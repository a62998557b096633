import type { Expr } from '../../../shared/maths/expression.ts';
import { childrenOf } from '../../../shared/maths/walk.ts';
import type { Evidence, Note } from '../../../shared/schemas/verdict.ts';
import { compareAtLength, compareExpressions } from '../compare/compare-expressions.ts';
import { compareQuickly } from '../compare/compare-quickly.ts';
import type { Comparison } from '../compare/comparison.ts';
import type { CheckContext } from '../context.ts';
import { compareIndexed } from './indexed.ts';
import { hasIndexed } from './indexed-letters.ts';
import { compareAntiderivatives, concernsConstants, type AntiderivativeRuling } from './judge-antiderivative.ts';
import { worthOf, type Worth } from './judge-values.ts';
import { compareOpenIntegrals, openIntegrals } from './open-integrals.ts';
import { compareOpenSeries } from './open-series.ts';
import { compareOrders } from './orders.ts';
import { carriedOut } from './reduce.ts';
import { boundsOfSeries } from './series-bounds.ts';

export interface CalculusComparison {
  readonly found: Comparison;
  readonly notes: readonly Note[];
  readonly evidence: Evidence;
}

/** Rule 8 on two expressions: up to a constant where one is free, by values that may be infinite or missing, else rule 1. */
export function compareWithCalculus(above: Expr, below: Expr, context: CheckContext): CalculusComparison {
  const { calculus } = context;
  const isCalculus = calculus && calculus.variables.size + calculus.constants.size + calculus.ambiguous.size > 0;
  const quick = isCalculus ? null : compareQuickly(above, below, context);
  if (quick !== null) return plain(quick);
  const first = compareAsRead(above, below, context);
  const other =
    first.found.kind === 'undecided'
      ? (compareOrders(above, below, context) ?? compareOpenSeries(above, below, context))
      : null;
  if (other) return plain(other);
  if (!calculus || calculus.ambiguous.size === 0 || first.found.kind === 'equal') return first;
  // The other reading: y depends on x. A fault has to be one under both.
  const moving = {
    ...calculus,
    dependents: new Map([...calculus.dependents, ...calculus.ambiguous]),
    known: new WeakMap(),
  };
  const second = compareAsRead(above, below, { ...context, calculus: moving });
  if (second.found.kind === 'equal' || second.found.kind === first.found.kind)
    return second.found.kind === 'equal' ? second : first;
  return plain({ kind: 'undecided', reason: 'not-settled' });
}

function compareAsRead(above: Expr, below: Expr, context: CheckContext): CalculusComparison {
  if (concernsConstants(above, below, context)) return compareFreely(above, below, context);
  if (!hasOperator(above) && !hasOperator(below)) return plain(compareAtLength(above, below, context));
  if (hasIndexed(above) || hasIndexed(below)) return plain(compareIndexed(above, below, context));
  const [a, b] = [worthOf(above, context), worthOf(below, context)];
  if (a.kind !== 'ordinary' || b.kind !== 'ordinary') return plain(compareWorth(a, b));
  if (openIntegrals(above, context).length + openIntegrals(below, context).length > 0)
    return plain(compareOpenIntegrals(above, below, context));
  const bounds = [above, below].flatMap((expr) => boundsOfSeries(expr));
  const within = bounds.length > 0 ? { ...context, assumptions: [...context.assumptions, ...bounds] } : context;
  return plain(compareExpressions(carriedOut(above, context), carriedOut(below, context), within));
}

export const noEvidence: Evidence = {};

function plain(found: Comparison): CalculusComparison {
  return { found, notes: [], evidence: noEvidence };
}

const operators: ReadonlySet<Expr['kind']> = new Set(['limit', 'integral', 'evaluated', 'series', 'derivative']);

function hasOperator(expr: Expr): boolean {
  if (operators.has(expr.kind) || (expr.kind === 'constant' && expr.name === 'infinity')) return true;
  return childrenOf(expr).some(hasOperator);
}

function compareWorth(above: Worth, below: Worth): Comparison {
  if (above.kind === 'none')
    return below.kind === 'ordinary' || (below.kind === 'infinite' && above.sides)
      ? { kind: 'nothing-in-common' }
      : { kind: 'undecided', reason: 'no-domain' };
  if (below.kind === 'none') return { kind: 'meaningless' };
  if (above.kind === 'infinite' && below.kind === 'infinite') {
    if (above.sign === below.sign) return { kind: 'equal', reached: 'proved', excluded: [], cancelled: [] };
  }
  const [left, right] = [texOf(above), texOf(below)];
  if (left === null || right === null) return { kind: 'undecided', reason: 'not-settled' };
  return { kind: 'different', witness: { at: new Map(), atTex: {}, above: left, below: right } };
}

function texOf(worth: Worth): string | null {
  if (worth.kind === 'infinite') return worth.sign > 0 ? '\\infty' : '-\\infty';
  return worth.kind === 'ordinary' ? worth.tex : null;
}

/** Lines without an integral that are the same as they stand need no constant. */
function compareFreely(above: Expr, below: Expr, context: CheckContext): CalculusComparison {
  const exact = compareExpressions(above, below, context);
  if (exact.kind === 'equal') return plain(exact);
  return fromRuling(compareAntiderivatives(above, below, context));
}

function fromRuling(ruling: AntiderivativeRuling): CalculusComparison {
  switch (ruling.kind) {
    case 'holds':
      return { found: ruling.found, notes: ruling.notes, evidence: {} };
    case 'no-constant':
      return {
        found: { kind: 'different', witness: { at: new Map(), atTex: {}, above: '0', below: '0' } },
        notes: ['constant'],
        evidence: { witness: undefined, meant: ruling.meant },
      };
    case 'compared':
      return plain(ruling.found);
    case 'undecided':
      return plain({ kind: 'undecided', reason: ruling.reason });
  }
}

== Problem to solve ==
Gather up every line in the data above that contains the word "compareAtLength", copying each one.

== Final answer ==
import { compareAtLength, compareExpressions } from '../compare/compare-expressions.ts';
  if (!hasOperator(above) && !hasOperator(below)) return plain(compareAtLength(above, below, context));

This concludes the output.